_ABOUT THIS EXERCISE_. This exercise calls for every line of the listing below that contains the word "content".

::::::

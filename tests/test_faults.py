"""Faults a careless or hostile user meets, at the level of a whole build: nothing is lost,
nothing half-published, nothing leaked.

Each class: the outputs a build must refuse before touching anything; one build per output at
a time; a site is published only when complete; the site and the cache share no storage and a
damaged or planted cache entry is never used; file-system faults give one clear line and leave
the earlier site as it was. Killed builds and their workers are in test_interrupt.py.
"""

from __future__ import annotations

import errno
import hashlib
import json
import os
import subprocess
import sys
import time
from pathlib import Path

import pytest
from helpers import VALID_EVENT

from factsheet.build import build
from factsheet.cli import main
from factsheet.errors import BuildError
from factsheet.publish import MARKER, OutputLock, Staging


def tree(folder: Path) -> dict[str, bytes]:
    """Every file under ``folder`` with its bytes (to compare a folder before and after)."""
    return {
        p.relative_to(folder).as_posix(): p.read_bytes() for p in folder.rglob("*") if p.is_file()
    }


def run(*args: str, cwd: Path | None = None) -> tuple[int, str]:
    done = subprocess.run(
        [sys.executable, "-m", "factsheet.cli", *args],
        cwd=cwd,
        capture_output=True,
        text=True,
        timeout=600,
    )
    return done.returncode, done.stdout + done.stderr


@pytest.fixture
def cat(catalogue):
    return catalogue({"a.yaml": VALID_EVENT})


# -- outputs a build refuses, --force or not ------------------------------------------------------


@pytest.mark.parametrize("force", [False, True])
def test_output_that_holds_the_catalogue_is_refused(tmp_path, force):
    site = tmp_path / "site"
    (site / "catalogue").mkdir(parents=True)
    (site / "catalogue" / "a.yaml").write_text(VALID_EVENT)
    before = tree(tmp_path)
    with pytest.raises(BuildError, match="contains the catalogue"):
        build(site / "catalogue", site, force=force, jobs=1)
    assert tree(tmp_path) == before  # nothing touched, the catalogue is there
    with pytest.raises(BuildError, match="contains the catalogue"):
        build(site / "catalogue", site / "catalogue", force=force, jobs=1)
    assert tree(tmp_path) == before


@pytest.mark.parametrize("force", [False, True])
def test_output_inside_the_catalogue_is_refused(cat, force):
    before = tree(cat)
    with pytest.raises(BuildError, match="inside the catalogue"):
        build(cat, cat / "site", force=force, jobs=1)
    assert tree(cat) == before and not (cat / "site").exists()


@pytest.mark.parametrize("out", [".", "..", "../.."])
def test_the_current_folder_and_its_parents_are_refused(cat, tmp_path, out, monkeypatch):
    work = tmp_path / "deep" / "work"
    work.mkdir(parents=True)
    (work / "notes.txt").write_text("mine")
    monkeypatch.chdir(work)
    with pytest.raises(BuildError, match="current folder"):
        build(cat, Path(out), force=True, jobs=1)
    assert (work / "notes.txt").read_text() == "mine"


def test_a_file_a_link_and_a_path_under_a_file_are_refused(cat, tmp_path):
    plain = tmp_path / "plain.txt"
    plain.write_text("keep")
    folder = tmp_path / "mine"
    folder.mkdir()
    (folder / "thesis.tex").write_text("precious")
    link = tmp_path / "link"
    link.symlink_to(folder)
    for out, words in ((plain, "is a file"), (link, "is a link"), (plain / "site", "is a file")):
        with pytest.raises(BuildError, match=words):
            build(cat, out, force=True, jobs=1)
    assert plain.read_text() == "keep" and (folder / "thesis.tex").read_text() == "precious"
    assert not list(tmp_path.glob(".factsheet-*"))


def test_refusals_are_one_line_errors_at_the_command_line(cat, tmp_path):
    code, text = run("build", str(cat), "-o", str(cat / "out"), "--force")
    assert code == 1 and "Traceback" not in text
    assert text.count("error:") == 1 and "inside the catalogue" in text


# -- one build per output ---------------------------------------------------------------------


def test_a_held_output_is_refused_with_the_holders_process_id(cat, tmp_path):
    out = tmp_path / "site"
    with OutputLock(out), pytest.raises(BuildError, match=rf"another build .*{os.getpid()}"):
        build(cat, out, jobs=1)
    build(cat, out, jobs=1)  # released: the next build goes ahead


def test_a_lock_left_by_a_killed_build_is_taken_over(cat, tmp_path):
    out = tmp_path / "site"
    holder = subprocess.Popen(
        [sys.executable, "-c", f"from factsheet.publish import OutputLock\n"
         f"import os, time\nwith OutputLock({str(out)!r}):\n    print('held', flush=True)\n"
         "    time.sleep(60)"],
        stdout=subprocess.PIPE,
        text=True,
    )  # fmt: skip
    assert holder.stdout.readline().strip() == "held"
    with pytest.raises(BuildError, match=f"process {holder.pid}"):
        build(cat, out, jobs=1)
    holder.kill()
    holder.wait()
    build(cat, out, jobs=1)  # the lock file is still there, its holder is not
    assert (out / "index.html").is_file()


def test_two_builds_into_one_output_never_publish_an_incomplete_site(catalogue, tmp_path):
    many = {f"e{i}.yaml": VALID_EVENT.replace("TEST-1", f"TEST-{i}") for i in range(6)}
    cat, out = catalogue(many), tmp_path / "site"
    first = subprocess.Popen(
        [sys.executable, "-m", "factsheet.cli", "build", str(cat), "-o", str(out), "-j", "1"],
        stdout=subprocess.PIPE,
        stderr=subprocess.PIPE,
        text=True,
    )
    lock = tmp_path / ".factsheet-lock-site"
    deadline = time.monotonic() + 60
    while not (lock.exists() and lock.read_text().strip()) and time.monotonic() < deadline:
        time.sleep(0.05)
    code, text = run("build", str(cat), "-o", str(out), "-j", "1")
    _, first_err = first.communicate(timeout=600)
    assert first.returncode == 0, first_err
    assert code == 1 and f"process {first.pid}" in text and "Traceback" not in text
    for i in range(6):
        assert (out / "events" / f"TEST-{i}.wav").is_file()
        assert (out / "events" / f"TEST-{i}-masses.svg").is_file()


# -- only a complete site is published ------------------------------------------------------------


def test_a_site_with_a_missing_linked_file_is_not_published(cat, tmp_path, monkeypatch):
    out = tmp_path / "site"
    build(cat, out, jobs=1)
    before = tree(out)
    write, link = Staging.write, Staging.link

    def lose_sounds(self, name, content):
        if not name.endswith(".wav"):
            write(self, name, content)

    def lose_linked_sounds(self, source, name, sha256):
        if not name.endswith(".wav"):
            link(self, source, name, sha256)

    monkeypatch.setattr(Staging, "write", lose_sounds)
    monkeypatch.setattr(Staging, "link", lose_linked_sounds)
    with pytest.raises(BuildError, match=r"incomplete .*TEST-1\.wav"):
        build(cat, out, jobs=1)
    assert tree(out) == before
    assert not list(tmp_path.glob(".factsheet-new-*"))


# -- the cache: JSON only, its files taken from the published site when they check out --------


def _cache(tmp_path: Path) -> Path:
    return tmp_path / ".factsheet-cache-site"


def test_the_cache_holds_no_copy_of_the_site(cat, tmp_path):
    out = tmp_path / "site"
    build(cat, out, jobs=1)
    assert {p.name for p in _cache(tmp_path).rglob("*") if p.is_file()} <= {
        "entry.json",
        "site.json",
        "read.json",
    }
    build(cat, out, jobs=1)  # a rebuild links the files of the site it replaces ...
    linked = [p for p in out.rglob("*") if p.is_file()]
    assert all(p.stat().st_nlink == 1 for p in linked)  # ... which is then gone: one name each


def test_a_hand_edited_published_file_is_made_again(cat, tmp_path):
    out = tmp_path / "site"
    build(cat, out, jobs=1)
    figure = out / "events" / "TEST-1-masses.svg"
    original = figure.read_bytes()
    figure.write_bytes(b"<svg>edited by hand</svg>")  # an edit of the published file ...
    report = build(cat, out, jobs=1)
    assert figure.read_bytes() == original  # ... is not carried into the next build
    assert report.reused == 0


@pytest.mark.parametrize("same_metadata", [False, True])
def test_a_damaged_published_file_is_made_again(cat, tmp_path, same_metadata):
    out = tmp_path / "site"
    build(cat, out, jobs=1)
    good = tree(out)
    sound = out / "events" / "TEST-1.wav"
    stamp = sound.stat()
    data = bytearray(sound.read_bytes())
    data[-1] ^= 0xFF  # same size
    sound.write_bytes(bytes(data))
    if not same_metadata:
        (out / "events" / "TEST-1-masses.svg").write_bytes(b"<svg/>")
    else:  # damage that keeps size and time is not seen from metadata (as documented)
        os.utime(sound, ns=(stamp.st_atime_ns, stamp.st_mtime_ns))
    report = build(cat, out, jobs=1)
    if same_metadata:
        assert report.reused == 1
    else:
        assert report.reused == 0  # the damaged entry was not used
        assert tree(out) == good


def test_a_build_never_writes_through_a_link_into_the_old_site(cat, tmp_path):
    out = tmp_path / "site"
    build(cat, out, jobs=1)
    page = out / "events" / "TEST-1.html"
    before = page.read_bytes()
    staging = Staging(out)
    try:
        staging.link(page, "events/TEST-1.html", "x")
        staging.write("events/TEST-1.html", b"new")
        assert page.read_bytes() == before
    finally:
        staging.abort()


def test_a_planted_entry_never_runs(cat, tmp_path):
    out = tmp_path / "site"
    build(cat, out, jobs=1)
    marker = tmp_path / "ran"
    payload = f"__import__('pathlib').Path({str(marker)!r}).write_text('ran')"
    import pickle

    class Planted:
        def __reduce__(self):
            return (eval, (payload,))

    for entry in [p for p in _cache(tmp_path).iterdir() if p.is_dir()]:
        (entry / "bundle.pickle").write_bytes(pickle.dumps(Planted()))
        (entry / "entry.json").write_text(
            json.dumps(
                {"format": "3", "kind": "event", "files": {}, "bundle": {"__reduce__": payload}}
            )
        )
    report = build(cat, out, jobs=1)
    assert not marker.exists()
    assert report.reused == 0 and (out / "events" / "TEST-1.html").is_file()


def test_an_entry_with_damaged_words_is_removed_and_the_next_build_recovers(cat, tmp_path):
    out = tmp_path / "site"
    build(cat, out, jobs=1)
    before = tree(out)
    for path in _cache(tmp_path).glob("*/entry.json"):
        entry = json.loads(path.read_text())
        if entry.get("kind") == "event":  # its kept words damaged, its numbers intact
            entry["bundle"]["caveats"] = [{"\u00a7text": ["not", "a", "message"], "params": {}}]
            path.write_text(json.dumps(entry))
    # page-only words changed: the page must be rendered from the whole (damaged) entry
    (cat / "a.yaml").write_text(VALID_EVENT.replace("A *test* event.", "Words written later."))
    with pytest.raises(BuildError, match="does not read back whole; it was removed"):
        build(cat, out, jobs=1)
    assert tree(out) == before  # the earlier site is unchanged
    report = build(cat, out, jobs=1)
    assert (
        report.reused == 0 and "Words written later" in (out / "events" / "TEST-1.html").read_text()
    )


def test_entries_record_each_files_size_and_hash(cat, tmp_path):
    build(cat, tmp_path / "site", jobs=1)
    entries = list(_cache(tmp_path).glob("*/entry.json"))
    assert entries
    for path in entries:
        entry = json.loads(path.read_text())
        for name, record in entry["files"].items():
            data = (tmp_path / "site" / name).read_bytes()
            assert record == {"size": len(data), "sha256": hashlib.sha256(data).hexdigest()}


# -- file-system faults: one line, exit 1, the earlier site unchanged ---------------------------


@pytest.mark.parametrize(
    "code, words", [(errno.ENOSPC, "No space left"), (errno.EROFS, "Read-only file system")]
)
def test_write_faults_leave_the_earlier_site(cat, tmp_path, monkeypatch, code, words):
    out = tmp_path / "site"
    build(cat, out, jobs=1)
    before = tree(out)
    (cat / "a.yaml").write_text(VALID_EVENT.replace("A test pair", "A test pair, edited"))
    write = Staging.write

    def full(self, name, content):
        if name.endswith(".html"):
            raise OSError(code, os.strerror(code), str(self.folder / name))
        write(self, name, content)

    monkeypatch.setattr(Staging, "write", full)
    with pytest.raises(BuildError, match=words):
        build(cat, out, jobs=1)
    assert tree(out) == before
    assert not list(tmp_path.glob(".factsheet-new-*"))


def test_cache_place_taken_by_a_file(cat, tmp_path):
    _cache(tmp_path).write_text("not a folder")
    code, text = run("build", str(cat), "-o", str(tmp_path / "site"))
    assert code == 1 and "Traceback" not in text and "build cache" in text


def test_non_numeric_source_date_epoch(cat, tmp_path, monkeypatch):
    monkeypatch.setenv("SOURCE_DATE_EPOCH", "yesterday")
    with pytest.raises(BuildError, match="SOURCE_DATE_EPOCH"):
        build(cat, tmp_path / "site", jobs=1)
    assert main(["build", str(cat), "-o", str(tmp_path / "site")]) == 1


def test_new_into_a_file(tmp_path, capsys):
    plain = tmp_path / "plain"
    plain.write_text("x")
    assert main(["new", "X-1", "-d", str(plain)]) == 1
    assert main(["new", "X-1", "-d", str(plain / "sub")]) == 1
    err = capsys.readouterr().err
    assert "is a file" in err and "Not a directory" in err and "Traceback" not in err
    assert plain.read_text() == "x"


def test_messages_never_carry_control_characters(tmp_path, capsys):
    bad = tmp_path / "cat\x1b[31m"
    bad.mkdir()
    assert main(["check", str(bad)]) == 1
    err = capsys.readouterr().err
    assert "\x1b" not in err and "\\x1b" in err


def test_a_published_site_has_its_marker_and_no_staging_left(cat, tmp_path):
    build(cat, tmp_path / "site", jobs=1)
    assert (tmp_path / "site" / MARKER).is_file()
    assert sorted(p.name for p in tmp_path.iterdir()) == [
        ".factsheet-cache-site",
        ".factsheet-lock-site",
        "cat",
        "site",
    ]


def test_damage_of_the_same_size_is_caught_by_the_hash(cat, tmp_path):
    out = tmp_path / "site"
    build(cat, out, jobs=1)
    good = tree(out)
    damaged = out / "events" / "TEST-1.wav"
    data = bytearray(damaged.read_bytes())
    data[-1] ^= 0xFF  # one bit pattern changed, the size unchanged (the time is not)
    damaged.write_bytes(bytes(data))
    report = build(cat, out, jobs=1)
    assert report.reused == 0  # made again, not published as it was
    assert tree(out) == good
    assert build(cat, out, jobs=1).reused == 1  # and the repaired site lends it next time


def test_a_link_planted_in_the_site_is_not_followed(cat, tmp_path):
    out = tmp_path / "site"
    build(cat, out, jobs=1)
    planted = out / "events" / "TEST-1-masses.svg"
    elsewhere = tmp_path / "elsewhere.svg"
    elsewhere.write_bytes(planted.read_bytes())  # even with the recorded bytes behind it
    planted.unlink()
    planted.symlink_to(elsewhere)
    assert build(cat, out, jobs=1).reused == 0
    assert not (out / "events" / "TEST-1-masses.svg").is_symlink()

::::::

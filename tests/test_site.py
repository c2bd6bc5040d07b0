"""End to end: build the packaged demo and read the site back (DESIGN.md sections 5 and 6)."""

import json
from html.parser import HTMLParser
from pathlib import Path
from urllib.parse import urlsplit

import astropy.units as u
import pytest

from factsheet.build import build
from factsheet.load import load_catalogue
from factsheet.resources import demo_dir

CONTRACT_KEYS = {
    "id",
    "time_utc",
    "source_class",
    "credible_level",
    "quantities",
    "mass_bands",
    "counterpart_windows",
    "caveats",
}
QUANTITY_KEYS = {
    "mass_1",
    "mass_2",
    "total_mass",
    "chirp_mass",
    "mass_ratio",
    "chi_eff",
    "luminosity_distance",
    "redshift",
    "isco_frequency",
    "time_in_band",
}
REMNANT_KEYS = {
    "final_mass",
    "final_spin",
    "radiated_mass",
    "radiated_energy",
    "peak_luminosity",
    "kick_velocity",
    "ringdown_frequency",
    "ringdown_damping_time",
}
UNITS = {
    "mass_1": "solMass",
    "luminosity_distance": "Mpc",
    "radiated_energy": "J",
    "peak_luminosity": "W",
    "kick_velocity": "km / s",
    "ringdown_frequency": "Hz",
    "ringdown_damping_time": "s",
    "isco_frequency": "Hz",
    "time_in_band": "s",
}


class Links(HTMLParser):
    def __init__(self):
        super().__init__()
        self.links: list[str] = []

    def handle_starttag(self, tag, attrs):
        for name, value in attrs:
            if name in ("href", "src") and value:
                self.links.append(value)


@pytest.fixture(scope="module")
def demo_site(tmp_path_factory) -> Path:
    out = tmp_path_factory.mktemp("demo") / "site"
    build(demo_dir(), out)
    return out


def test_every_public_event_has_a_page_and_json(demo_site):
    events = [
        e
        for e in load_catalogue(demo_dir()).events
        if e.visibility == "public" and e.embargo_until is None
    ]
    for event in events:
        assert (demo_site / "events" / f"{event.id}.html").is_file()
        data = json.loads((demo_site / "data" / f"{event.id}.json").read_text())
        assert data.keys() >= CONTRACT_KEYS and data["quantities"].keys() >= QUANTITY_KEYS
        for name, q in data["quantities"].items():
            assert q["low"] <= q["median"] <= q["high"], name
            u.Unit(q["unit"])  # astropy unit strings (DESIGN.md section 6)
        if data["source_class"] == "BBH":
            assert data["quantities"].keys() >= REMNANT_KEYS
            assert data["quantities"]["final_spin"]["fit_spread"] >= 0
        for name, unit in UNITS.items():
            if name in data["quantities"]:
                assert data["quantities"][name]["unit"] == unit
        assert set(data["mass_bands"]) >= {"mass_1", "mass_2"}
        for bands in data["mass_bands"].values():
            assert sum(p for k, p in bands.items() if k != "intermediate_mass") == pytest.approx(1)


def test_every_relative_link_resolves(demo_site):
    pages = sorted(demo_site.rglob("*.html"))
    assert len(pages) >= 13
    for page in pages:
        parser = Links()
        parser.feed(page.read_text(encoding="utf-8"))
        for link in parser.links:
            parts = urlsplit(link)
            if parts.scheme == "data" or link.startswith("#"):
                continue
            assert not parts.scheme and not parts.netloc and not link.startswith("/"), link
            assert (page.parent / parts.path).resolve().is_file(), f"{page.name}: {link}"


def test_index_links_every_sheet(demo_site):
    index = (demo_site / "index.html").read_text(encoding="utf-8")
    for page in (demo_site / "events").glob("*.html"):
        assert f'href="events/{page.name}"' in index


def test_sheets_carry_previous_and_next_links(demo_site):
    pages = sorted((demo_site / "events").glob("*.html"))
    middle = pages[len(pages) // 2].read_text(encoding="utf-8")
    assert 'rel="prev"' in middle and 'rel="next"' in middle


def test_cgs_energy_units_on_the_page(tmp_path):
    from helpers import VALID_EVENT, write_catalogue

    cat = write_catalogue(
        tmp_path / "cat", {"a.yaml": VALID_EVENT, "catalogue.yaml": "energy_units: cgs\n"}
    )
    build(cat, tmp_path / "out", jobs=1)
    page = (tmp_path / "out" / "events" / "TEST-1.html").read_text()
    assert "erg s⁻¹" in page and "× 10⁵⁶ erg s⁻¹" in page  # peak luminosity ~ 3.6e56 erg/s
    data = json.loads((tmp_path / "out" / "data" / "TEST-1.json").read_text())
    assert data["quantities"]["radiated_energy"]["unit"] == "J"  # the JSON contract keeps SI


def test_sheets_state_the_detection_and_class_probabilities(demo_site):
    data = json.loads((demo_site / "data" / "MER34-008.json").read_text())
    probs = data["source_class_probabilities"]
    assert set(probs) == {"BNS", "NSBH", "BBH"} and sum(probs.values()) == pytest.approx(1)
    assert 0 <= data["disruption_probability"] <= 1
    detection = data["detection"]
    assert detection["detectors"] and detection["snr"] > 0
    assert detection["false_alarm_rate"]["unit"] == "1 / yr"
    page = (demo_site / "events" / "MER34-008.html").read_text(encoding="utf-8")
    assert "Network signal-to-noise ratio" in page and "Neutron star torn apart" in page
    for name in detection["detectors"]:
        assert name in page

::::::

_SOLUTION_.
    def lose_sounds(self, name, content):
            write(self, name, content)
    def full(self, name, content):
        write(self, name, content)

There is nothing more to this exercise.